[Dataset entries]
########

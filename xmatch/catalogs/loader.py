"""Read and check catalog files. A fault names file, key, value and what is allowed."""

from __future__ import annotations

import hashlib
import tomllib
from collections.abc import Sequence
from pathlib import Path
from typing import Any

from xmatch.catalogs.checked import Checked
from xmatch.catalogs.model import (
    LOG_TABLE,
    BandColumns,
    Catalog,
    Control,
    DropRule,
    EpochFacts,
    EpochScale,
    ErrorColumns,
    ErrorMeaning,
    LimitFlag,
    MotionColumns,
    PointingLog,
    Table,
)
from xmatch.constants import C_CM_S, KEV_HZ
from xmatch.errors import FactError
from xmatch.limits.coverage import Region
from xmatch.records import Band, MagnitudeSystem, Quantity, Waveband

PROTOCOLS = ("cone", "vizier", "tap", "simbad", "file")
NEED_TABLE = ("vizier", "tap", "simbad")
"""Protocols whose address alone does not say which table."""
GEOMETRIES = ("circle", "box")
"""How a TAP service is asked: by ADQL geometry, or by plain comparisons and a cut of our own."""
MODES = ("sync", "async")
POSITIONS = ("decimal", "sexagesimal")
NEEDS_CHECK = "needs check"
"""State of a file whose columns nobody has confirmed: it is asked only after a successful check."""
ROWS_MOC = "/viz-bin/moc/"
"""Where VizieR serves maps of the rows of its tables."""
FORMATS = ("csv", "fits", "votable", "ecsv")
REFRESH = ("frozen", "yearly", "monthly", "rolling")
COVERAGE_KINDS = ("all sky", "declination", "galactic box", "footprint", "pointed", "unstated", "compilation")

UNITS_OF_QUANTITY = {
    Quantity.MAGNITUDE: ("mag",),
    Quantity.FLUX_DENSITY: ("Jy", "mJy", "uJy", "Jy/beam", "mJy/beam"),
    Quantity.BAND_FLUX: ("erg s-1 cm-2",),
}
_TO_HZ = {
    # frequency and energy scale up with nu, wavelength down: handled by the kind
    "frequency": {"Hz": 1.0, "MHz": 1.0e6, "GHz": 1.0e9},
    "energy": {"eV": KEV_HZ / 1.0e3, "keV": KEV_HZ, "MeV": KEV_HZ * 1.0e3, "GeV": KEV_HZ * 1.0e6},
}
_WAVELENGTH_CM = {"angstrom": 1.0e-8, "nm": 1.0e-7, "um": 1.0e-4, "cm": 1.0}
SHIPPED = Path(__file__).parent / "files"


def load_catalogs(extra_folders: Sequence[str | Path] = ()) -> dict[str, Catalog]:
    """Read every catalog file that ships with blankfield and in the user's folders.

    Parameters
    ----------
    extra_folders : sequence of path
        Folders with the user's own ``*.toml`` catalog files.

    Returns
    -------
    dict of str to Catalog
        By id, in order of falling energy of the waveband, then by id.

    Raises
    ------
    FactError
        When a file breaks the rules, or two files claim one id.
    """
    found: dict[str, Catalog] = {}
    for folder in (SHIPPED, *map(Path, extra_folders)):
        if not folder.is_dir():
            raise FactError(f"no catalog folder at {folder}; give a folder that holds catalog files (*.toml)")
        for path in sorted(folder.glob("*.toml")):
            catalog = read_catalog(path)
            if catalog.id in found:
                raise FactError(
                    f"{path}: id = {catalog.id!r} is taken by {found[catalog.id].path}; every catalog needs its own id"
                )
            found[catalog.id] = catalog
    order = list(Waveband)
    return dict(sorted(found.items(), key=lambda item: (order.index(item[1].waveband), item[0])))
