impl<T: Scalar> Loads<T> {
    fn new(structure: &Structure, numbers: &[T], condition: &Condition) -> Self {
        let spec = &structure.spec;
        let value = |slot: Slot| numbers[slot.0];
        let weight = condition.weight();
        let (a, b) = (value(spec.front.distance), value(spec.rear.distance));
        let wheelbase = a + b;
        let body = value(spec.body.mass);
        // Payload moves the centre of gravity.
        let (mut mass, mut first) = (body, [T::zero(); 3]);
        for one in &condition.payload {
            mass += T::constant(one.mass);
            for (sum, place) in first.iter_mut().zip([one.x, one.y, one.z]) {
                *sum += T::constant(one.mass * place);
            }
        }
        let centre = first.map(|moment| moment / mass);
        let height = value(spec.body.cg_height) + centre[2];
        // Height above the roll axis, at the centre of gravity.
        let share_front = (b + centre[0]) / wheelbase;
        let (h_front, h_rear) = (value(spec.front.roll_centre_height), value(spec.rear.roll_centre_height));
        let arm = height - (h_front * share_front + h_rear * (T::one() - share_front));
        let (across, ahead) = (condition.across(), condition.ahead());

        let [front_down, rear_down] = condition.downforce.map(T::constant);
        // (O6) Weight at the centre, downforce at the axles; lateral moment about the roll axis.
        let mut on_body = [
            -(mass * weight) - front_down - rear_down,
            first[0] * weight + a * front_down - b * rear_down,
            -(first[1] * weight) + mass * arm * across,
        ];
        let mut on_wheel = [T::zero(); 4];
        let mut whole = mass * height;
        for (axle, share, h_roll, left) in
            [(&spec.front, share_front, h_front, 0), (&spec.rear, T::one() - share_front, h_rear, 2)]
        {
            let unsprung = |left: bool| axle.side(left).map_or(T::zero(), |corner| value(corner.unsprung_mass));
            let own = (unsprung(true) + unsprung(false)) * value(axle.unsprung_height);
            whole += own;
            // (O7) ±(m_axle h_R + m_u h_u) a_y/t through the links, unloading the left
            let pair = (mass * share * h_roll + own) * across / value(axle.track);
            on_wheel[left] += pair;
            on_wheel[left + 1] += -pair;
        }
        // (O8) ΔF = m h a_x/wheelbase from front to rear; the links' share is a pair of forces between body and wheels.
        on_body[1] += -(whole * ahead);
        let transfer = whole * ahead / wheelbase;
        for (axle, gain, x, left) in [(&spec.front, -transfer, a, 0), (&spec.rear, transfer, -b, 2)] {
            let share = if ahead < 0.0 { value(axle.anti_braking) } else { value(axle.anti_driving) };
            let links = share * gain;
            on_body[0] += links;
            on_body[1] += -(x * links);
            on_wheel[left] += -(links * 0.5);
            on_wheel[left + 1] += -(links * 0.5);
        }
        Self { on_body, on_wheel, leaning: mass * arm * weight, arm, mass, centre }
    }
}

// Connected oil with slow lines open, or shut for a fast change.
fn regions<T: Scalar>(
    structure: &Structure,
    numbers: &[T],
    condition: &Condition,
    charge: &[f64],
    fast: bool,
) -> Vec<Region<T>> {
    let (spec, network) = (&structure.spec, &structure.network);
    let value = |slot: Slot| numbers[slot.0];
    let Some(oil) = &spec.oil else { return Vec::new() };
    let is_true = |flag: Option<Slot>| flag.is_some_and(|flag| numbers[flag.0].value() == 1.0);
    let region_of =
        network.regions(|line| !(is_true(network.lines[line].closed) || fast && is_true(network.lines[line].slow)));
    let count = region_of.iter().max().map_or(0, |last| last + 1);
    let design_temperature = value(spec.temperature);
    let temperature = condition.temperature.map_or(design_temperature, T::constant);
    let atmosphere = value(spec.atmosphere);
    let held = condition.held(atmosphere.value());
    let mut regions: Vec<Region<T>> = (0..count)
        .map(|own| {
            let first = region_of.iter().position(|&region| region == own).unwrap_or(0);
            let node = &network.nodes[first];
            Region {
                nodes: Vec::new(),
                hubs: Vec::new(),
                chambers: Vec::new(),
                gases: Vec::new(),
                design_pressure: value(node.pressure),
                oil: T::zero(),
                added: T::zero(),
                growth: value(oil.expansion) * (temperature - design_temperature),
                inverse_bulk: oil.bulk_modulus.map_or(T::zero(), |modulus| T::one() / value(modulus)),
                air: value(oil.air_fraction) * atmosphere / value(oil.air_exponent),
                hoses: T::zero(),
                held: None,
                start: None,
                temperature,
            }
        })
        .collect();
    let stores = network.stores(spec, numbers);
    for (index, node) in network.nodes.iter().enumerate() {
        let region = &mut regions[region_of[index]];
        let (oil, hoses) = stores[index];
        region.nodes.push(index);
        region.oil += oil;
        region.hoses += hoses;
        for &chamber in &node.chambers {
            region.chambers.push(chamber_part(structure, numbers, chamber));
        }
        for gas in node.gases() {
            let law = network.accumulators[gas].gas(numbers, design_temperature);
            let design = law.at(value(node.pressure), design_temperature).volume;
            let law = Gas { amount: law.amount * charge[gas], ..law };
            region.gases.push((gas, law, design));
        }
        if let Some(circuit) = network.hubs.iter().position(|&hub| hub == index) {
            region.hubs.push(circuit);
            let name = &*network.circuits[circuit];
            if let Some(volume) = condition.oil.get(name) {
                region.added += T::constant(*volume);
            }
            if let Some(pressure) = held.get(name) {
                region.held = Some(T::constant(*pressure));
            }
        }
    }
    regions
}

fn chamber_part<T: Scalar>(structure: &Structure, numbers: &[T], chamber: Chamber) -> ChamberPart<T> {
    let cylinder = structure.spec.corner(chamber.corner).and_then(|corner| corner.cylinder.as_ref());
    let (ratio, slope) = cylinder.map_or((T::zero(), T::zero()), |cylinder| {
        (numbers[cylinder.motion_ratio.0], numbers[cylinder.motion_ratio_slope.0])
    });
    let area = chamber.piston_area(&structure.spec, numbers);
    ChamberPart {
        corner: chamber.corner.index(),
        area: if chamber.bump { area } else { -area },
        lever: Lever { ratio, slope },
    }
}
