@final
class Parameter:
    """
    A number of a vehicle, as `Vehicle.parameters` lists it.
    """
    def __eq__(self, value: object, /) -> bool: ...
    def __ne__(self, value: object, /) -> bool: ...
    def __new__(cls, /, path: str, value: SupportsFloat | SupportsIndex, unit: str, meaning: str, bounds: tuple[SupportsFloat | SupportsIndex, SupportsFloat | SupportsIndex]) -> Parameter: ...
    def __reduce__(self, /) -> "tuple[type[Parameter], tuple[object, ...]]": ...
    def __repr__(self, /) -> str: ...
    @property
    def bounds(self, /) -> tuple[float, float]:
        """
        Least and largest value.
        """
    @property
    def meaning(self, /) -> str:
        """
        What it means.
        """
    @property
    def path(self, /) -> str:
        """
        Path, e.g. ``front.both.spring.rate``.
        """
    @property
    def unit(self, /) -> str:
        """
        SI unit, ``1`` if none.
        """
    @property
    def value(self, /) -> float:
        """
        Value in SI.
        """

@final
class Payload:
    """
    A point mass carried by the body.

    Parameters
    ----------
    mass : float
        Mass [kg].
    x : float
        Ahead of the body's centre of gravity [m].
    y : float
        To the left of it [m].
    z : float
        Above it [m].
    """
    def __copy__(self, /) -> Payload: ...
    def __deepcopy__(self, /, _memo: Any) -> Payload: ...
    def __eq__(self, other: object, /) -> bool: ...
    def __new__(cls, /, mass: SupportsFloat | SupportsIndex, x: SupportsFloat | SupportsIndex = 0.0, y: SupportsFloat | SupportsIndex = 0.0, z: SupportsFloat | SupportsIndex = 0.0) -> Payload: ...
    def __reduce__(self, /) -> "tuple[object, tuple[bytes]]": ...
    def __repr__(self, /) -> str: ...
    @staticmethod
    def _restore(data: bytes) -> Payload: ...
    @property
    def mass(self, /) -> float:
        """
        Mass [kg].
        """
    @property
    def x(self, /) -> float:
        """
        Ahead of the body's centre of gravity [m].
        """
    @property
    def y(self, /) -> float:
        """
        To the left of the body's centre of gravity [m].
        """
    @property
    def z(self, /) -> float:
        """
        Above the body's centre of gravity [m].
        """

########

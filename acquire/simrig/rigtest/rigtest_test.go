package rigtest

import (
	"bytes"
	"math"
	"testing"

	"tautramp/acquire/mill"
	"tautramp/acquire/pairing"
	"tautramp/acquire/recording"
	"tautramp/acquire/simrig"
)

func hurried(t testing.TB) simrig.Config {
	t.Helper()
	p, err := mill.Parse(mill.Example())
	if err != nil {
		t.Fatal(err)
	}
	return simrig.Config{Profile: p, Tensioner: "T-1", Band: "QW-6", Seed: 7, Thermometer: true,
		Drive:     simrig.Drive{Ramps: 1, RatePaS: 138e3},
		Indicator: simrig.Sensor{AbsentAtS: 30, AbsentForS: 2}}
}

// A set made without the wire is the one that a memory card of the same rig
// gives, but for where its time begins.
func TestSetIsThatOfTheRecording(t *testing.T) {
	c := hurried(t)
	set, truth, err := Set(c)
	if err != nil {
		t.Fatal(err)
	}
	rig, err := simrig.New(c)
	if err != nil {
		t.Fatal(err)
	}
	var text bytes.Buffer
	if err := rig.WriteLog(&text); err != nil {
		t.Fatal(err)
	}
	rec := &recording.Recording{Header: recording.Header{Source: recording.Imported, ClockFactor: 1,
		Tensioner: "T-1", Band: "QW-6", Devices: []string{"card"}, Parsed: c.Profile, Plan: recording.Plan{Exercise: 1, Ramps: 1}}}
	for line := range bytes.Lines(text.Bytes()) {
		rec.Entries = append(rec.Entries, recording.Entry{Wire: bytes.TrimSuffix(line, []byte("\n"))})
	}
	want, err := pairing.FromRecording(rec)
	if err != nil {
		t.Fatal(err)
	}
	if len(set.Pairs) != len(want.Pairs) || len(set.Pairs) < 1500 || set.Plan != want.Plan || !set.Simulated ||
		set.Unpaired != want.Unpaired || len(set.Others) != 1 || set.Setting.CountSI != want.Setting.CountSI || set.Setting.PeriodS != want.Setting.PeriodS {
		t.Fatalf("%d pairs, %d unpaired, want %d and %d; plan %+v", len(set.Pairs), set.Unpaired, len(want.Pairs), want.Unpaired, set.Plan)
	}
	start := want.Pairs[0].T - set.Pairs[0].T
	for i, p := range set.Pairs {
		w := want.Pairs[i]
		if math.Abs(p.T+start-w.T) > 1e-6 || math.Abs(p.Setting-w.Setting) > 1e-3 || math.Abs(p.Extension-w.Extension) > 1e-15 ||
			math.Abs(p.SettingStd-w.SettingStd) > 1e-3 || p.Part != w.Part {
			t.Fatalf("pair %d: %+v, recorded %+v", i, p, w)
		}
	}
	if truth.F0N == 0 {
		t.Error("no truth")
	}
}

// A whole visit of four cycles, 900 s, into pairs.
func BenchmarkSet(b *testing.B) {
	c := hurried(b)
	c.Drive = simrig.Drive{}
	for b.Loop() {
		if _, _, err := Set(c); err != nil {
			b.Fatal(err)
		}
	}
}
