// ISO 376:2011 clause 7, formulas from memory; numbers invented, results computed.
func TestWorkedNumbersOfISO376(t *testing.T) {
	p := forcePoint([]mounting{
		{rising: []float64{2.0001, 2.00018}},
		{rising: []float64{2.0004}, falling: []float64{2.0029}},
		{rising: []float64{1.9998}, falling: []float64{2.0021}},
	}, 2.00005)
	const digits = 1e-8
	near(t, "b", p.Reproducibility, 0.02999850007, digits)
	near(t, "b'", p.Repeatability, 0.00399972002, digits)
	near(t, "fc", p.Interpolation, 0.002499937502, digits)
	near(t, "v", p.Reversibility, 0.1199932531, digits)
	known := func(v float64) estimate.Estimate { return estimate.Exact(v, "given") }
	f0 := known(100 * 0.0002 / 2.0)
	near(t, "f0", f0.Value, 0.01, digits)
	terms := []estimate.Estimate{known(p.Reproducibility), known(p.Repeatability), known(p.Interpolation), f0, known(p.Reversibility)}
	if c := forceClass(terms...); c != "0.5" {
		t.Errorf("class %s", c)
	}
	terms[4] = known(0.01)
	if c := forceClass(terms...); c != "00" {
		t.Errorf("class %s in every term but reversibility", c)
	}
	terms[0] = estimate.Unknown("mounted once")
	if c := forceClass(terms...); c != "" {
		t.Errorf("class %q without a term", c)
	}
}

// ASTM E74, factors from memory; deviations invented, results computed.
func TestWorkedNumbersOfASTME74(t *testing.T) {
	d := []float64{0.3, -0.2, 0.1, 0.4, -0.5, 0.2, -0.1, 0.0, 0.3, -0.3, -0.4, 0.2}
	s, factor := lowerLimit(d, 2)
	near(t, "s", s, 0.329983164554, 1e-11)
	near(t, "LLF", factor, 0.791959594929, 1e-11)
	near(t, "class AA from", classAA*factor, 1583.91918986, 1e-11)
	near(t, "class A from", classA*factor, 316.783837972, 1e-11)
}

########

Your objective: Taking the entries above, write out exactly each line from the one holding "from __future__ import annotations" to the one holding "from xmatch.errors import FactError", both included, and stop there.

Task output:
from __future__ import annotations

import hashlib
import tomllib
from collections.abc import Sequence
from pathlib import Path
from typing import Any

from xmatch.catalogs.checked import Checked
from xmatch.catalogs.model import (
    LOG_TABLE,
    BandColumns,
    Catalog,
    Control,
    DropRule,
    EpochFacts,
    EpochScale,
    ErrorColumns,
    ErrorMeaning,
    LimitFlag,
    MotionColumns,
    PointingLog,
    Table,
)
from xmatch.constants import C_CM_S, KEV_HZ
from xmatch.errors import FactError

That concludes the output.